Better Python Project Maintenance
In the process of maintaining PyPI packages and projects, I often encounter two main pain points:
- Complexity of Uploading and Publishing: In the past, uploading a PyPI
package typically required configuring a PyPI Token, which poses a security
risk. It also required local or CI packaging and uploading. For projects
involving
.whl
files, additional environment configurations were necessary, which added to the workload. - Slow Dependency Locking: Larger Python projects often have many sub-dependencies, and not locking versions can lead to compatibility issues due to upstream changes. Traditional tools like PDM and Poetry are somewhat slow when locking dependencies, and the process can be frustrating. Back in 2021, I used Poetry to lock a project’s dependencies, and after 10 minutes, it still failed; since then, I haven’t used it.
Fortunately, solutions for these issues have emerged in recent years.
PyPI Trusted Publishers Support#
In 2023, PyPI announced support for a passwordless publishing mechanism called Trusted Publishers. This feature eliminates the need for a PyPI Token; you simply enter basic information about your GitHub Actions in the PyPI. The configuration process is straightforward, saving a lot of maintenance effort.
uv for Faster Dependency Locking#
In 2024, uv
was released, greatly improving
dependency locking speed for Python projects. Previously, tools like PDM and
Poetry were useful, but dependency locking was relatively slow, especially in
continuous integration. I set up a
comparison repository on
GitHub to showcase the dependency-locking speeds of various tools for a project
I worked on (timing data based on GitHub Actions execution):
Tool | Time |
---|---|
Poetry | 43s |
PDM | 1m 7s |
uv | 2s |
With uv
, dependencies are locked in seconds, making the process almost
unnoticeable during development.
Moreover, some Python projects depend on machine learning models, which inevitably require PyTorch and its ecosystem. This presents several challenges:
- Even with CPU-only versions, PyTorch tags differ across platforms, so versions must be selected according to the platform.
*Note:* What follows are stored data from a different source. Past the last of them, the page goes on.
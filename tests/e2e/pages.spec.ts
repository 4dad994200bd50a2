/** Every page, for everyone: who sees it, who is told that there is nothing, who is sent elsewhere. */
import { expect, test, type BrowserContext } from '@playwright/test'
import { PAGES, VIEWERS, type Viewer } from '../support/endpoints'
import { contextFor, ids } from './support/viewers'

const contexts = new Map<Viewer, BrowserContext>()

test.describe.configure({ mode: 'serial' })

test.beforeAll(async ({ browser }) => {
  test.setTimeout(180_000)
  for (const viewer of VIEWERS) contexts.set(viewer, await contextFor(browser, viewer))
})

test.afterAll(async () => {
  for (const context of contexts.values()) await context.close()
})

for (const viewer of VIEWERS) {
  test(`every page as ${viewer}`, async () => {
    test.setTimeout(120_000)
    const page = await contexts.get(viewer)!.newPage()
    for (const { file, path, outcome } of PAGES) {
      const where = `${file} as ${viewer}`
      await page.goto(path(ids()))
      const wanted = outcome[viewer]
      if (wanted.startsWith('/')) await expect(page, where).toHaveURL(new RegExp(`${wanted}(\\?.*)?$`))
      else if (wanted === 'absent') await expect(page.getByRole('heading', { level: 1 }), where).toContainText(/nothing here|not here|no such|not found/i)
      else if (wanted === 'refused') await expect(page.getByText(/does not allow/i), where).toBeVisible()
      else await expect(page.getByRole('heading', { level: 1 }).first(), where).toBeVisible()
    }
    await page.close()
  })
}
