/** The drawing table at a laptop: place, move, undo, reload; what the page calls saved stands in the database. */
import AxeBuilder from '@axe-core/playwright'
import { expect, test } from '@playwright/test'
import { facadeOf, placementsOf, signIn, tablePath, watchConsole } from './support/demo'
import { spotsOn } from './support/spots'

test('selecting a finding selects its plant', async ({ page }) => {
  await signIn(page, 'designer')
  await page.goto(tablePath('Kiln Lane'))
  const first = page.getByRole('tabpanel').getByRole('button').first()
  await expect(first).toContainText('Conflict')
  await expect(first).toContainText(/past the sill of Kitchen by about year/)
  await first.click()
  await expect(first).toHaveAttribute('aria-pressed', 'true')
  await page.getByRole('tab', { name: /This plant/ }).click()
  await expect(page.getByRole('tabpanel')).toContainText('Rhododendron catawbiense')
})

test('a reviewer looks, and can change nothing', async ({ page }) => {
  await signIn(page, 'reviewer')
  await page.goto(tablePath('Kiln Lane'))
  await expect(page.getByRole('tab', { name: /Findings/ })).toBeVisible()
  await expect(page.getByRole('button', { name: /^Undo/ })).toHaveCount(0)
  await page.getByRole('tab', { name: /Plants/ }).click()
  await expect(page.getByRole('button', { name: /^Remove/ })).toHaveCount(0)
})

test('a dragged plant stays where it was dropped, and its numbers say so', async ({ page }) => {
  await signIn(page, 'designer')
  await page.goto(tablePath('Quarry Cottage'))
  const table = page.getByTestId('drawing-table')
  await expect(table).toHaveAttribute('data-placements', '20')
  await expect(table.locator('canvas').first()).toBeVisible()
  await page.getByRole('tab', { name: /Plants/ }).click()
  await page.getByRole('tabpanel').getByRole('row').nth(1).click()
  const before = placementsOf('Quarry Cottage')
  const drawing = await table.boundingBox()
  expect(drawing).toBeTruthy()
  // The keyboard way of the same gesture: six inches to the right.
  await table.focus()
  await page.keyboard.press('Tab')
  await page.keyboard.press('Shift+ArrowRight')
  await expect.poll(() => placementsOf('Quarry Cottage').filter((one, i) => one.x !== before[i]!.x).length).toBe(1)
  await page.getByRole('button', { name: /^Undo/ }).click()
  await expect.poll(() => placementsOf('Quarry Cottage')).toEqual(before)
})

const SAVED = /^Saved/

test('a plant is found, placed by numbers, changed in the table, undone, kept and removed', async ({ page }) => {
  const complaints = watchConsole(page)
  await signIn(page, 'designer')
  await page.goto(tablePath('Perry Road'))
  await page.getByRole('tab', { name: /Plants/ }).click()
  await page.getByRole('button', { name: 'Add a plant' }).click()
  const picker = page.getByTestId('plant-picker')
  await picker.getByRole('searchbox').fill('ilex gla')
  await picker.getByRole('button', { name: /Ilex glabra/ }).first().click()
  await picker.getByLabel('Along the wall').fill(`6'-0"`)
  await picker.getByLabel('From the wall').fill('4 ft')
  await picker.getByRole('button', { name: 'Plant it here' }).click()
  await expect(page.getByTestId('save-state')).toContainText(SAVED)
  expect(placementsOf('Perry Road')).toMatchObject([{ x: 72, y: 48 }])
  await picker.getByRole('button', { name: 'Done' }).click()

  // In the table beside the drawing: the same numbers, and the same powers.
  await page.getByRole('tab', { name: /Plants/ }).click()
  const table = page.getByTestId('plants-table')
  const along = table.getByRole('textbox', { name: /along the wall/ })
  await expect(along).toHaveValue(`6'-0"`)
  await expect(table.getByRole('textbox', { name: /from the wall/ })).toHaveValue(`4'-0"`)
  await along.fill('193 cm')
  await along.press('Enter')
  await expect.poll(() => placementsOf('Perry Road')[0]!.x).toBeCloseTo(193 / 2.54, 1)
  await page.getByRole('button', { name: /^Undo/ }).click()
  await expect.poll(() => placementsOf('Perry Road')[0]!.x).toBe(72)
  await page.getByRole('button', { name: /^Redo/ }).click()
  await expect.poll(() => placementsOf('Perry Road')[0]!.x).toBeCloseTo(193 / 2.54, 1)

  // A length that is none: a sentence, and the plant stays where it is.
  await along.fill('six')
  await along.press('Enter')
  await expect(table.getByText(/length/i).first()).toBeVisible()
  expect(placementsOf('Perry Road')[0]!.x).toBeCloseTo(193 / 2.54, 1)

  await page.reload()
  await page.getByRole('tab', { name: /Plants/ }).click()
  await expect(page.getByTestId('plants-table').locator('tbody tr')).toHaveCount(1)
  await page.getByRole('button', { name: /^Remove/ }).first().click()
  await expect.poll(() => placementsOf('Perry Road')).toEqual([])
  expect(complaints).toEqual([])
})

test('a mouse drags a plant, the wheel and the buttons come nearer and go back', async ({ page }) => {
  await signIn(page, 'designer')
  await page.goto(tablePath('Quarry Cottage'))
  await expect(page.getByTestId('drawing-table').locator('canvas').first()).toBeVisible()
  await page.waitForTimeout(500)
  const spots = await spotsOn(page, facadeOf('Quarry Cottage').facadeId)
  const before = placementsOf('Quarry Cottage')
  const one = before[0]!
  const from = spots.inPlan(one.x, one.y)
  await page.mouse.move(from.x, from.y)
  await page.mouse.down()
  await page.mouse.move(from.x + 12 * spots.scale, from.y, { steps: 6 })
  await page.mouse.up()
  await expect.poll(() => placementsOf('Quarry Cottage')[0]!.x).toBeCloseTo(one.x + 12, 0)
  // Escape during a drag puts it back.
  await page.mouse.down()
  await page.mouse.move(from.x + 40 * spots.scale, from.y, { steps: 6 })
  await page.keyboard.press('Escape')
  await page.mouse.up()
  await page.getByRole('button', { name: /^Undo/ }).click()
  await expect.poll(() => placementsOf('Quarry Cottage')).toEqual(before)
  await page.mouse.wheel(0, -400)
  await page.getByRole('toolbar', { name: 'Tools' }).getByRole('button', { name: 'Farther' }).click()
  await page.getByRole('toolbar', { name: 'Tools' }).getByRole('button', { name: 'Whole' }).click()
  expect(placementsOf('Quarry Cottage')).toEqual(before)
})

test('a way out is offered, applied by one tap, and undo takes it back', async ({ page }) => {
  const complaints = watchConsole(page)
  await signIn(page, 'designer')
  await page.goto(tablePath('Kiln Lane'))
  const panel = page.getByRole('tabpanel')
  const before = placementsOf('Kiln Lane')
  const risks = panel.getByRole('button').filter({ hasText: /^[A-Z ]*.*Risk\./ })
  const ways = panel.getByRole('list').getByRole('button', { name: /^(Move|Keep|Swap|Let)/ })
  // Down the findings until one has a way out: each says when it has none.
  for (let i = 0; i < 20; i++) {
    await risks.nth(i).click()
    await expect(panel.getByText(/^(Ways out|No way out found|This is about the house)/).first()).toBeVisible()
    if ((await ways.count()) > 0) break
  }
  const said = await panel.getByRole('button', { pressed: true }).innerText()
  await ways.first().click()
  await expect(page.getByTestId('save-state')).toContainText(SAVED)
  await expect(panel.getByRole('button').filter({ hasText: said.replace(/\s+/g, ' ') })).toHaveCount(0)
  await page.getByRole('button', { name: /^Undo: / }).click()
  await expect.poll(() => placementsOf('Kiln Lane')).toEqual(before)
  expect(complaints).toEqual([])
})

test('what fits at a spot is drawn, listed and planted; beds tell their years', async ({ page }) => {
  const complaints = watchConsole(page)
  await signIn(page, 'designer')
  await page.goto(tablePath('Perry Road'))
  await page.getByRole('toolbar', { name: 'Tools' }).getByRole('button', { name: 'What fits' }).click()
  const room = page.getByTestId('room-panel')
  await room.getByLabel('Along the wall').fill('4 ft')
  await room.getByLabel('From the wall').fill('4 ft')
  await room.getByRole('button', { name: 'What fits there?' }).click()
  await expect(room.getByRole('status').filter({ hasText: /Holds a crown up to .* plants of the library fit/ })).toBeVisible()
  await room.getByRole('button', { name: /^Plant .* here$/ }).first().click()
  await expect.poll(() => placementsOf('Perry Road').map(({ x, y }) => [x, y])).toEqual([[48, 48]])
  await room.getByRole('button', { name: 'Done' }).click()
  await page.getByRole('tab', { name: 'Beds' }).click()
  const beds = page.getByRole('tabpanel')
  await expect(beds.getByRole('region', { name: 'Den bed', exact: true })).toContainText(/Cover: \d+ % of the soil under plants when grown/)
  await expect(beds.getByRole('table', { name: /Flower.*by month/ }).getByRole('row')).toHaveCount(2)
  const { violations } = await new AxeBuilder({ page }).analyze()
  expect(violations.map(({ id, nodes }) => `${id}: ${nodes.map(({ html }) => html.slice(0, 160)).join(' | ')}`)).toEqual([])
  await page.getByRole('button', { name: /^Undo: / }).click()
  await expect.poll(() => placementsOf('Perry Road')).toEqual([])
  expect(complaints).toEqual([])
})

test('years, sizes and seasons redraw both views', async ({ page }) => {
  await signIn(page, 'reviewer')
  await page.goto(tablePath('Kiln Lane'))
  const table = page.getByTestId('drawing-table')
  await expect(table.locator('canvas').first()).toBeVisible()
  await page.waitForTimeout(600)
  const spots = await spotsOn(page, facadeOf('Kiln Lane').facadeId)
  const frame = (await table.boundingBox())!
  const seam = spots.inPlan(0, 0).y - 40
  const views = async () => {
    await page.waitForTimeout(300)
    const [x, width] = [frame.x, frame.width]
    return Promise.all([
      page.screenshot({ clip: { x, y: frame.y, width, height: seam - frame.y } }),
      page.screenshot({ clip: { x, y: seam, width, height: frame.y + frame.height - seam } }),
    ])
  }
  let before = await views()
  for (const change of [
    () => page.getByRole('slider').fill('2'),
    () => page.getByText('High', { exact: true }).click(),
    () => page.getByText('Winter', { exact: true }).click(),
  ]) {
    await change()
    const after = await views()
    expect(Buffer.compare(after[0], before[0]), 'the elevation follows').not.toBe(0)
    expect(Buffer.compare(after[1], before[1]), 'the plan follows').not.toBe(0)
    before = after
  }
})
- Third-party projects in the PyTorch ecosystem are often strict about PyTorch
version compatibility. When the installed version is incorrect, instead of
clear error messages, you may encounter a cryptic
Segmentation fault (core dumped)
.
To address this, I also use uv
for such projects. By leveraging the index
feature in uv
, it’s easy to specify the source for PyTorch. For example,
here’s a pyproject.toml
file for a project using uv
:
[project]
name = "foo-bar"
version = "0.1.0"
description = ""
readme = "README.md"
requires-python = "==3.12.*"
dependencies = [
"torch==2.5.0; platform_system == 'Darwin'",
"torch==2.5.0+cpu; platform_system != 'Darwin'",
]
[[tool.uv.index]]
name = "pytorch"
url = "https://download.pytorch.org/whl/cpu"
explicit = true
[tool.uv.sources]
torch = { index = "pytorch" }
Additionally, using tool.uv.find-links
, it’s easy to configure sources for
third-party projects, ensuring the correct versions are installed. This enables
consistent environments across local development (macOS) and production (Linux),
even for complex machine-learning projects. Dockerfiles are much cleaner too—no
specific installation order required; simply run uv sync --compile --frozen
.
Beyond that, uv
can handle build, package, and publish tasks for Python
packages and also supports PyPI’s Trusted Publishers, making maintenance much
simpler. Here’s the GitHub Actions configuration file for the Apopy project to
publish to PyPI:
name: publish
on:
push:
tags:
- "v*.*.*"
jobs:
pypi-publish:
name: upload release to PyPI
runs-on: ubuntu-latest
environment:
name: PyPI
url: https://pypi.org/p/apopy
permissions:
id-token: write
env:
TRUSTED_PUBLISHING: always
steps:
- uses: actions/checkout@v4
- name: Set up Python
uses: actions/setup-python@v5
with:
python-version-file: "pyproject.toml"
- name: Install uv
uses: astral-sh/setup-uv@v3
with:
enable-cache: true
- run: make build
- run: uv publish
Conclusion#
These methods have greatly simplified the maintenance of both company projects and my personal open-source projects, such as tzfpy, apopy, and cyeva.